FONTE: It is important to remember the shameful role played by American human-rights groups and American foundations (particularly Ford) when anti-Semitism ran rampant at the U.N. Durban conference. However, Durban was not simply an assault on Israel, but an attack on the U.S. and the West in general. One year before the conference even started, leaders from major U.S. rights groups. including the ACLU, Human Rights Watch, La Raza, NAACP, MALDEF, the Arab-American Institute, and the National Council of Churches. called on the U.N. Human Rights Commission to investigate “racism” in the U.S. because, in their view, we couldn’t do the job domestically. This is another example of acting transnationally and post-constitutionally, that is, acting outside of (and, indeed, in opposition to) to our constitutional process.


LOPEZ: Why are you still complaining about CEDAW (the Convention on the Elimination of All Forms of Discrimination Against Women)?
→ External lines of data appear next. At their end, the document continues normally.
var brokenTop = []broken{
	{"stages: []\nphase: »mixed", []string{`"mixed"`, "linear, minimum, iir, zero, given"}},
	{"stages: []\nphase: »Linear", []string{`"Linear"`, "linear"}},
	{"stages: []\n»phase:", []string{"'phase' is empty"}},
	{"stages: []\ntolerance: »0 dB", []string{`"0 dB"`, "above 0 dB"}},
	{"stages: []\ntolerance: »0.1", []string{"no unit"}},
	{"stages: []\ntolerance: »4 dB", []string{"4 dB", "at most 3 dB"}},
	{"stages: []\nedges: »mirrored", []string{`"mirrored"`, "silence, hold, mirror"}},
	{"stages: []\nedges: »holds", []string{`"holds"`, "silence, hold, mirror"}},
	{"stages: []\nedges: »[hold]", []string{"a list", "one value"}},
	{"stages: []\nalign: »sideways", []string{`"sideways"`, "auto, centroid, none"}},
	{"stages: []\nalign: »3 ms", []string{`"3 ms"`, "whole number of samples"}},
	{"stages: []\nalign: »3.5", []string{`"3.5"`, "whole number of samples"}},
	{"stages: []\nalign: »1e300", []string{`"1e300"`, "up to 16777216"}},
	{"stages: []\nalign: »[]", []string{"a list"}},
	{"stages: []\nalign: {to: none, fraction: »true}", []string{"to: auto or to: centroid"}},
	{"stages: []\nalign: {to: 12, fraction: »true}", []string{"to: auto or to: centroid"}},
	{"stages: []\nalign: {to: auto, fraction: »maybe}", []string{`"maybe"`, "true, false"}},
	{"stages: []\nalign: »{fraction: true}", []string{"lacks 'to'"}},
	{"stages: []\nalign: {to: auto, »by: 1}", []string{`"by"`, "to, fraction"}},
	{"stages: []\n»name:", []string{"'name' is empty"}},
	{"stages: []\nname: »[a]", []string{"a list", "one value"}},
	{"»stages:", []string{"'stages' is empty"}},
	{"stages: »gain", []string{`"gain"`, "must be a list"}},
	{"stages: »{gain: {by: 3 dB}}", []string{"a mapping", "must be a list"}},
	{"stages:\n  »gain: {by: 3 dB}", []string{"a mapping", "must be a list"}},
}

var brokenYAML = []broken{
	{"", []string{"empty", "'stages'"}},
	{"# nothing\n", []string{"empty"}},
	{"---\n", []string{"empty"}},
	{"»hello", []string{`"hello"`, "mapping"}},
	{"»[]", []string{"a list", "mapping"}},
	{"»null", []string{"lacks 'stages'"}},
	{"stages: »[", []string{"not YAML here"}},
	{"stages: »{", []string{"not YAML here"}},
	{"stages: »]", []string{"not YAML here"}},
	{"stages: »\"abc", []string{"not YAML here"}},
	{"name: b»: c", []string{"second ':'"}},
	{"stages:\n  - highpass: at»: 70 Hz\n", []string{"second ':'", "braces"}},
	{"stages:\n»\t- gain: {by: 1 dB}", []string{"not YAML here"}},
	{"stages:\n  - gain: {by: 1 dB}\n »- gain: {by: 1 dB}", []string{"not YAML here"}},
	{"---\nstages: []\n»---\nstages: []", []string{"second YAML document"}},
	{"stages: []\n»---\n", []string{"second YAML document"}},
	{"stages: []\n...\n»name: x", []string{"second YAML document"}},
	{"stages: »&x []", []string{"an anchor", `"&"`, "quotes"}},
	{"»&a stages: []", []string{"an anchor"}},
	{"stages: »*x", []string{"an alias"}},
	{"stages: »!!seq []", []string{"a tag"}},
	{"stages: []\nname: »!foo bar", []string{"a tag"}},
	{"»<<: {stages: []}", []string{"a merge key"}},
	{"»? stages\n: []", []string{"an explicit key"}},
	{"»%YAML 1.2\n---\nstages: []", []string{"a directive"}},
	{"stages: " + strings.Repeat("[", 16) + "»[", []string{"nested deeper"}},
	{"stages:\n  " + strings.Repeat("- ", 63) + "»- x", []string{"nested deeper"}},
	{"stages: []\n»# caf\xe9\n", []string{"not UTF-8"}},
	{"»\xff\xfes\x00t\x00", []string{"not UTF-8"}},
	{strings.Repeat("a:\n", 10000) + "a»:\n", []string{"more than 10000 keys"}},
	{"name: " + strings.Repeat("x", maxText), []string{"longer than the 1048576 bytes"}},
}

var brokenGiven = []broken{
	{in("»fir: {taps: []}"), []string{"no taps"}},
	{in("»fir: {taps: [0, 0]}"), []string{"0 only"}},
	{in("»fir: {taps: [1, 1e300]}"), []string{"1e+10"}},
	{in("fir: {taps: »1}"), []string{`"1"`, "a list such as [0.25, 0.5, 0.25]"}},
	{in("fir: {taps: [1, ».nan]}"), []string{`".nan"`, "finite number"}},
	{in("fir: {taps: [1, »-.inf]}"), []string{`"-.inf"`, "finite number"}},
	{in("fir: {taps: [1, »inf]}"), []string{`"inf"`, "finite number"}},
	{in("fir: {taps: [1, »1e999]}"), []string{`"1e999"`, "finite number"}},
	{in("fir: {taps: [1, »0x10]}"), []string{`"0x10"`}},
	{in("fir: {taps: [1, »half]}"), []string{`"half"`}},
	{in("fir: {taps: [1, »[2]]}"), []string{"a list", "one value"}},
	{in("fir: {file: »\"\"}"), []string{"empty text"}},
	{in("fir: {file: »[a.txt]}"), []string{"a list", "one value"}},
	{in("fir: {taps: [1,», 2]}"), []string{"before this comma"}},
	{in("»biquads: {sections: []}"), []string{"no sections"}},
	{in("biquads: {sections: [»1, 0, 0, 1, 0, 0]}"), []string{`"1"`, "a list such as [["}},
	{in("biquads: {sections: [»[1, 0, 0, 1, 0]]}"), []string{"section 1", "has 5 numbers", "b0 b1 b2 a0 a1 a2"}},
	{in("biquads: {sections: [»[1, 0, 0, 0, 0, 0]]}"), []string{"a0 of 0"}},
	{in("biquads: {sections: [»[1, 0, 0, 1e-320, 0, 0]]}"), []string{"1e+10"}},
	{in("biquads:\n      sections:\n        - [1, 0, 0, 1, 0, 0]\n        - »[1, 0, 0, 1, -2, 1]"), []string{"section 2", "unstable", "signs of a1 and a2"}},
	{in("biquads: {sections: [»[1, 0, 0, 1, -1.99, 0.99999999]]}"), []string{"too near the unit circle"}},
	{in("biquads: {file: »sections.wav}"), []string{`"sections.wav"`, "text or JSON"}},
}

// Coefficient files: the error is at the key's value and names the file, and
// the line where there is one.
func TestBrokenCoefficientFiles(t *testing.T) {
	dir := t.TempDir()
	stereo := wavFile(2, []float64{1, 0, 0.5, 0.5})
	nan := wavFile(1, []float64{1, math.NaN()})
	for _, c := range []struct {
		stage, file, content string
		words                []string
	}{
		{"fir", "absent.txt", "", []string{"no such file"}},
		{"fir", "sub", "", []string{"directory"}},
		{"fir", "words.txt", "0.25\n# remark\n0.5 x\n", []string{`words.txt:3: "x" is not a finite number`}},
		{"fir", "nan.txt", "0.25\nnan\n", []string{`nan.txt:2: "nan"`}},
		{"fir", "huge.txt", "1e999", []string{`huge.txt:1: "1e999"`}},
		{"biquads", "five.txt", "# b and a\r\n1 0 0 1 0 0\r\n1 0 0 1 0\r\n", []string{"five.txt:3:", "5 numbers", "b0 b1 b2 a0 a1 a2"}},
		{"biquads", "unstable.txt", "1, 0, 0, 1, 0, 1.5", []string{"unstable.txt:1:", "unstable"}},
		{"fir", "string.json", "[0.5,\n\"x\"]", []string{"string.json:2: string", "[0.25, 0.5, 0.25]"}},
		{"fir", "inside.json", "{\"rate\": 1,\n\"taps\": [1,\n[2]]}", []string{"inside.json:3: array"}},
		{"fir", "huge.json", "[1e999]", []string{"huge.json:1:", "1e999", "out of range"}},
		{"fir", "syntax.json", "[1,\n2,,]", []string{"syntax.json:2: is not JSON"}},
		{"fir", "null.json", "[1, null]", []string{"value 2", "null"}},
		{"fir", "key.json", `{"tapz": [1]}`, []string{`no key "taps"`}},
		{"biquads", "rows.json", `{"sections": [[1,0,0,1,0,0],[1,0,0,1,0]]}`, []string{"section 2 has 5 numbers"}},
		{"biquads", "flat.json", "[1,0,0,1,0,0]", []string{"flat.json:1: number", "[["}},
		{"fir", "stereo.wav", stereo, []string{"stereo.wav", "2 channels", "has 1"}},
		{"fir", "nan.wav", nan, []string{"nan.wav"}},
		{"fir", "not.wav", "no recording", []string{"not.wav"}},
	} {
		if c.content != "" {
			writeFile(t, filepath.Join(dir, c.file), c.content)
		}
		if c.file == "sub" {
			if err := os.Mkdir(filepath.Join(dir, c.file), 0o755); err != nil {
				t.Fatal(err)
			}
		}
		broken{in(c.stage + ": {file: »" + c.file + "}"), c.words}.check(t, filepath.Join(dir, "chain.yaml"))
	}
}

// What contains nothing gives a kernel without taps, complained of at the stage.
func TestEmptyCoefficientFile(t *testing.T) {
	dir := t.TempDir()
	writeFile(t, filepath.Join(dir, "none.txt"), "# nothing\n")
	file := filepath.Join(dir, "chain.yaml")
	broken{in("»fir: {file: none.txt}"), []string{"no taps"}}.check(t, file)
	broken{in("»biquads: {file: none.txt}"), []string{"no sections"}}.check(t, file)
}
FONTE: Recently, the Hoover Institution’s Policy Review published an article supporting U.S. ratification of CEDAW. Unfortunately, the treaty is not dead. In the book I detail how CEDAW is bad in principle as well as in practice. The treaty endorses “substantive” or “de facto” equality (equality of result, i.e., group quotas) and openly disparages equality of opportunity and equality under the law. As the American Bar Association has revealed, if the U.S. ratified the treaty, it would trigger hundreds of lawsuits attempting to impose widespread gender quotas into practically every segment of the market economy and even private life. In terms of political philosophy, CEDAW is a root-and-branch rejection of classical or traditional liberalism. It is reminiscent of the type of group-conscious “corporatism” imposed by European fascists in some states in the 1930s. In a way, it’s an example of Jonah Goldberg’s liberal fascism.